Let out powers combine!

Our main design goal for SOL was expressive power — you should be able to accomplish almost any sequence analysis task you can think of with SOL with just a small number of operations. To stress test this, we started a fun team activity called “SOL Question of the Week” where we take turns trying to come up with questions that might be difficult or impossible to answer in SOL. We’ve been doing this for almost a year now and haven’t found too many gaps left to plug. SOL is a highly useful and usable addition to the analyst toolkit and it may just change the way you think about how to answer your next product question.

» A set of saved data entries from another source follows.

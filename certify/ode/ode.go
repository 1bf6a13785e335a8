package ode

import (
	"errors"
	"math"
)

// Func is the right-hand side: it writes f(x) into dx.
type Func func(x, dx []float64)

// Options are the tolerances and limits of an integration; zero fields take
// the defaults.
type Options struct {
	RelTol, AbsTol float64 // default 1e-8 and 1e-10
	MaxSteps       int     // accepted and rejected steps, default 100000
	// Stop, when not nil, is asked after every accepted step and ends the
	// integration early when it returns true.
	Stop func(t float64, x []float64) bool
}

// Result is an integration: the accepted times and states (the start
// first), and the numbers of accepted and rejected steps.
type Result struct {
	T                  []float64
	X                  [][]float64
	Accepted, Rejected int
	Stopped            bool // Options.Stop ended it
}

// ErrSteps is returned when MaxSteps is reached before the end time.
var ErrSteps = errors.New("ode: too many steps")

// ErrNotFinite is returned when the solution leaves the finite numbers.
var ErrNotFinite = errors.New("ode: the solution is not finite")

// The Dormand–Prince 5(4) tableau.
var (
	dpC = [7]float64{0, 1.0 / 5, 3.0 / 10, 4.0 / 5, 8.0 / 9, 1, 1}
	dpA = [7][6]float64{
		{},
		{1.0 / 5},
		{3.0 / 40, 9.0 / 40},
		{44.0 / 45, -56.0 / 15, 32.0 / 9},
		{19372.0 / 6561, -25360.0 / 2187, 64448.0 / 6561, -212.0 / 729},
		{9017.0 / 3168, -355.0 / 33, 46732.0 / 5247, 49.0 / 176, -5103.0 / 18656},
		{35.0 / 384, 0, 500.0 / 1113, 125.0 / 192, -2187.0 / 6784, 11.0 / 84},
	}
	dpB    = [7]float64{35.0 / 384, 0, 500.0 / 1113, 125.0 / 192, -2187.0 / 6784, 11.0 / 84, 0}
	dpBhat = [7]float64{5179.0 / 57600, 0, 7571.0 / 16695, 393.0 / 640, -92097.0 / 339200, 187.0 / 2100, 1.0 / 40}
)

// Integrate solves x' = f(x), x(t0) = x0 up to t1 > t0.
func Integrate(f Func, t0, t1 float64, x0 []float64, o Options) (*Result, error) {
	if o.RelTol <= 0 {
		o.RelTol = 1e-8
	}
	if o.AbsTol <= 0 {
		o.AbsTol = 1e-10
	}
	if o.MaxSteps <= 0 {
		o.MaxSteps = 100000
	}
	n := len(x0)
	x := append([]float64(nil), x0...)
	res := &Result{T: []float64{t0}, X: [][]float64{append([]float64(nil), x...)}}
	var k [7][]float64
	for i := range k {
		k[i] = make([]float64, n)
	}
	y, xn := make([]float64, n), make([]float64, n)
	f(x, k[0])
	h := initialStep(f, x, k[0], t1-t0, o)
	t := t0
	for t < t1 {
		if res.Accepted+res.Rejected >= o.MaxSteps {
			return res, ErrSteps
		}
		if t+h > t1 {
			h = t1 - t
		}
		for s := 1; s < 7; s++ {
			for i := range n {
				sum := 0.0
				for j := range s {
					sum += dpA[s][j] * k[j][i]
				}
				y[i] = x[i] + h*sum
			}
			f(y, k[s])
		}
		// Stage 7 was evaluated at the fifth-order solution: y = x⁺.
		copy(xn, y)
		e := 0.0
		for i := range n {
			d := 0.0
			for s := range 7 {
				d += (dpB[s] - dpBhat[s]) * k[s][i]
			}
			sc := o.AbsTol + o.RelTol*math.Max(math.Abs(x[i]), math.Abs(xn[i]))
			e += (h * d / sc) * (h * d / sc)
		}
		e = math.Sqrt(e / float64(n))
		if math.IsNaN(e) || math.IsInf(e, 0) {
			return res, ErrNotFinite
		}
		fac := 5.0
		if e > 0 {
			fac = math.Min(5, math.Max(0.2, 0.9*math.Pow(e, -0.2)))
		}
		if e > 1 {
			res.Rejected++
			h *= math.Min(1, fac)
			continue
		}
		res.Accepted++
		t += h
		copy(x, xn)
		k[0], k[6] = k[6], k[0] // first same as last
		res.T = append(res.T, t)
		res.X = append(res.X, append([]float64(nil), x...))
		if o.Stop != nil && o.Stop(t, x) {
			res.Stopped = true
			return res, nil
		}
		h *= fac
	}
	return res, nil
}

// initialStep guesses a first step from the size of x and f(x) (Hairer,
// Nørsett & Wanner's starting step, simplified): h with ‖h·f‖ ≈ 0.01‖x‖.
func initialStep(f Func, x, fx []float64, span float64, o Options) float64 {
	d0, d1 := 0.0, 0.0
	for i := range x {
		sc := o.AbsTol + o.RelTol*math.Abs(x[i])
		d0 += (x[i] / sc) * (x[i] / sc)
		d1 += (fx[i] / sc) * (fx[i] / sc)
	}
	h := 1e-6
	if d0 > 1e-10 && d1 > 1e-10 {
		h = 0.01 * math.Sqrt(d0/d1)
	}
	return math.Min(h, span)
}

The bar for a new analytics language is very high, so we’ve been very careful to design one we’re proud of that addresses real gaps in existing tools. We think you’ll find that SOL is worth learning and streamlines your work by providing a faster path to specifying what you’re trying to achieve. The most interesting and impactful questions are often natural to answer using sequence analytics and with SOL. The equivalent SQL for some SOL queries is difficult to write correctly (even for LLMs) and even harder to read and debug. And SOL pairs well with SQL because it operates directly on columnar data that is easily queryable in popular databases like DuckDB. We hope you give it a try by signing up to test Motif!